Top of INPUT RECORDS

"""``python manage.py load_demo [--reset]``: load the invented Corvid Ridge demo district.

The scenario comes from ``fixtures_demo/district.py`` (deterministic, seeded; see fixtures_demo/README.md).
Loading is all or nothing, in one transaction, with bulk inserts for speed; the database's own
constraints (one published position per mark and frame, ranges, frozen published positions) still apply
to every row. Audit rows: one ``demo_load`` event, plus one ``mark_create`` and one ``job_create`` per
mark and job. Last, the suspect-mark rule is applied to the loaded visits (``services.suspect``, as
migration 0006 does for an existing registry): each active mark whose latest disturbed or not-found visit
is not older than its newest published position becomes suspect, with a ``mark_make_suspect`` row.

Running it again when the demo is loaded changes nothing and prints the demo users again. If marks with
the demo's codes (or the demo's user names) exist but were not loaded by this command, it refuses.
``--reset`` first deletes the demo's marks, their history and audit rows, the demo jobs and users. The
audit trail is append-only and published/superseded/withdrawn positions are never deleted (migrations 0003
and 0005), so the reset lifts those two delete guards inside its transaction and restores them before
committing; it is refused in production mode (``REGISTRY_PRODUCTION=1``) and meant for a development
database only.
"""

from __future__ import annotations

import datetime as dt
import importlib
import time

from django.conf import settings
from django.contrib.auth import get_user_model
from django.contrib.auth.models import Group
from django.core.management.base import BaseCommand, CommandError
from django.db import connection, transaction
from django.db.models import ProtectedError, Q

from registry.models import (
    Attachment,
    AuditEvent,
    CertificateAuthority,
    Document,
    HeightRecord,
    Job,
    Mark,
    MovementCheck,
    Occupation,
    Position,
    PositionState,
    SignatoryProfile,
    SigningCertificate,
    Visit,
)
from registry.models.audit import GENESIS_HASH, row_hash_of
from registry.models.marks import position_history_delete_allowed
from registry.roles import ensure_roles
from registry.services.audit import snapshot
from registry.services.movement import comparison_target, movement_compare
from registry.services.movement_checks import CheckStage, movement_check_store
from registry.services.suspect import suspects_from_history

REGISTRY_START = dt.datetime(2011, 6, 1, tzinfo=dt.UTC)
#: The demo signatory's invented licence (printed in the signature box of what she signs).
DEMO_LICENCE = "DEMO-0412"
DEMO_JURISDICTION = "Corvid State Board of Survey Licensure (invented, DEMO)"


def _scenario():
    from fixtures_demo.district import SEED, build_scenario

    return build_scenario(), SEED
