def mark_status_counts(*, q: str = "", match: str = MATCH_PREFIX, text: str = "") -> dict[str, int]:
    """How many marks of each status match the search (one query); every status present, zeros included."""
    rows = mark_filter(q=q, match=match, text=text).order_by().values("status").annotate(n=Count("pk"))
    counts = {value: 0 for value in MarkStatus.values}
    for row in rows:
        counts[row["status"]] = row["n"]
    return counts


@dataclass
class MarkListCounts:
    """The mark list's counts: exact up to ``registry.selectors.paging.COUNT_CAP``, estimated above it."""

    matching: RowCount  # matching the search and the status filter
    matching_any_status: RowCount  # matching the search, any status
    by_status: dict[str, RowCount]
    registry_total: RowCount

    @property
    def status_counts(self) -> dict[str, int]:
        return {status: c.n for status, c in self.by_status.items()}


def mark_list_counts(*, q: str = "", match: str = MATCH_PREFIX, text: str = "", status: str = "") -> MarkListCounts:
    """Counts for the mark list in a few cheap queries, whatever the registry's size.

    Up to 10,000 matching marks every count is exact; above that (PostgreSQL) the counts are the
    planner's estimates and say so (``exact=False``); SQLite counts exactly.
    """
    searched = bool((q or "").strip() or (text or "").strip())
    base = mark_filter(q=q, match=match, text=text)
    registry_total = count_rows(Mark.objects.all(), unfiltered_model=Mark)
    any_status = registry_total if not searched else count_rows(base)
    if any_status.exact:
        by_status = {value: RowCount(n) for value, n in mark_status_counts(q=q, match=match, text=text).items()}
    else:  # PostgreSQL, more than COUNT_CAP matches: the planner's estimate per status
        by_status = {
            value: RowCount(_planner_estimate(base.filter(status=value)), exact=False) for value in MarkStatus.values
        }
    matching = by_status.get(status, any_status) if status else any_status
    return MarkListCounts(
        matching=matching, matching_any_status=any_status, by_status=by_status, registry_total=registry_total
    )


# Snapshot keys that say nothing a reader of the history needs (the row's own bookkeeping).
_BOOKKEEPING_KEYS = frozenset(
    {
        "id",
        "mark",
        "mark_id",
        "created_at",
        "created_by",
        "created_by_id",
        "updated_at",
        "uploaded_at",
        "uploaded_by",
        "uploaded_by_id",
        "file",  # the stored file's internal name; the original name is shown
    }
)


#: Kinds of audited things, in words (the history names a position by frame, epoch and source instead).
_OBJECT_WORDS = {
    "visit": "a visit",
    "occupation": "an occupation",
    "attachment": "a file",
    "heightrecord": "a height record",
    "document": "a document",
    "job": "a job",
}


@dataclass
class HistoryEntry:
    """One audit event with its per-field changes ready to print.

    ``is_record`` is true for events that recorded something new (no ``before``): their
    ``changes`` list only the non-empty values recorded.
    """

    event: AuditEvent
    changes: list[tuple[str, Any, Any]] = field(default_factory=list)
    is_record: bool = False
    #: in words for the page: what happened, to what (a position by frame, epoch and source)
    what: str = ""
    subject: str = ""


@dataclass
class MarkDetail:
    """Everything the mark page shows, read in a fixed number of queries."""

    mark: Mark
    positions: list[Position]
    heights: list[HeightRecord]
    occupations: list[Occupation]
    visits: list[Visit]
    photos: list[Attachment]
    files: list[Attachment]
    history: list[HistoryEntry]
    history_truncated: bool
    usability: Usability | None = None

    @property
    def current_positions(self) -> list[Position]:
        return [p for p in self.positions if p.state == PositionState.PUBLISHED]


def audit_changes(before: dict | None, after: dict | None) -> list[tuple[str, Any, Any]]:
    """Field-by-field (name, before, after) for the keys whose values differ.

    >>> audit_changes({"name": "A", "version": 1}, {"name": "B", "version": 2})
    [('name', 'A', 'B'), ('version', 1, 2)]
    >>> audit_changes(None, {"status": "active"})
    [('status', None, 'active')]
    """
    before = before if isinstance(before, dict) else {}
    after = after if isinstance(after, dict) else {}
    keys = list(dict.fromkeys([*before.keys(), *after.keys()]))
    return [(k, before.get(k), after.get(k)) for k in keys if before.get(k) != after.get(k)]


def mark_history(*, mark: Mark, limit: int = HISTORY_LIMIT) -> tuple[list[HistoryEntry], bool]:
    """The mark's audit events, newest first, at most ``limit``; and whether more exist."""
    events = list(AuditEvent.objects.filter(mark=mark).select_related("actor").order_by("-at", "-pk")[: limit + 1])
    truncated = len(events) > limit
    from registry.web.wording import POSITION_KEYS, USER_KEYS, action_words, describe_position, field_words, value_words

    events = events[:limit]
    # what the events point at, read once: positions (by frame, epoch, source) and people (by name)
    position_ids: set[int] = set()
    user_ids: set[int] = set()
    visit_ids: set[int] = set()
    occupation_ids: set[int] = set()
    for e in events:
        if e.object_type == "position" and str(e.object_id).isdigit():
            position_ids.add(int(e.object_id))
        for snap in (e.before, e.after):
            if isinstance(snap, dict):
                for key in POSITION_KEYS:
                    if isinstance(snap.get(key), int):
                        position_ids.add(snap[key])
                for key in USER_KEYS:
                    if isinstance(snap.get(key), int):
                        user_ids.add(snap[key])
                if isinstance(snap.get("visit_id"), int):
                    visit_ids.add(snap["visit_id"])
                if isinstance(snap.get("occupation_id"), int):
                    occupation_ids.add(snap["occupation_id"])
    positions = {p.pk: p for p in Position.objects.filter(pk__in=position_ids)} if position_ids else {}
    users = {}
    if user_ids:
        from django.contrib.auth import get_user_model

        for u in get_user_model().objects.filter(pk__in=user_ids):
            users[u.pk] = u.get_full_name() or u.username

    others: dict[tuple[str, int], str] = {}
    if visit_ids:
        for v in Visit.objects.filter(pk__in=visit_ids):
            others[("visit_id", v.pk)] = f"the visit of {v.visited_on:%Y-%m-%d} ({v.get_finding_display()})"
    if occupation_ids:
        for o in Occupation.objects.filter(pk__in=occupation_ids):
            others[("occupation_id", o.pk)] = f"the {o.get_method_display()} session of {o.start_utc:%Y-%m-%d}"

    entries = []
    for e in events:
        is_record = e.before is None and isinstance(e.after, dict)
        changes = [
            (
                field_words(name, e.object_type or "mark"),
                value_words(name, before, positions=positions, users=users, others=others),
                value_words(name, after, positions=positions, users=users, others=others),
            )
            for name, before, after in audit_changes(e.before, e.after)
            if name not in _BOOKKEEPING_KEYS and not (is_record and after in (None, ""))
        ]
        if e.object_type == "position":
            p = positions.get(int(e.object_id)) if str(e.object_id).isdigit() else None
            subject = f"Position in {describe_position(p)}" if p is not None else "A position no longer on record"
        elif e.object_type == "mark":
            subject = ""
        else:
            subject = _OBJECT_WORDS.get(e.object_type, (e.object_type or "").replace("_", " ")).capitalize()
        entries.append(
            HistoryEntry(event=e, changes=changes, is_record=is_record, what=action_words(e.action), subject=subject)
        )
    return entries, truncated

Bottom of INPUT RECORDS

Restate word for word the entries above from the line with "occupation_ids: set[int] = set()" through the line with "user_ids.add(snap[key])", inclusive, leaving out everything else.

    occupation_ids: set[int] = set()
    for e in events:
        if e.object_type == "position" and str(e.object_id).isdigit():
            position_ids.add(int(e.object_id))
        for snap in (e.before, e.after):
            if isinstance(snap, dict):
                for key in POSITION_KEYS:
                    if isinstance(snap.get(key), int):
                        position_ids.add(snap[key])
                for key in USER_KEYS:
                    if isinstance(snap.get(key), int):
                        user_ids.add(snap[key])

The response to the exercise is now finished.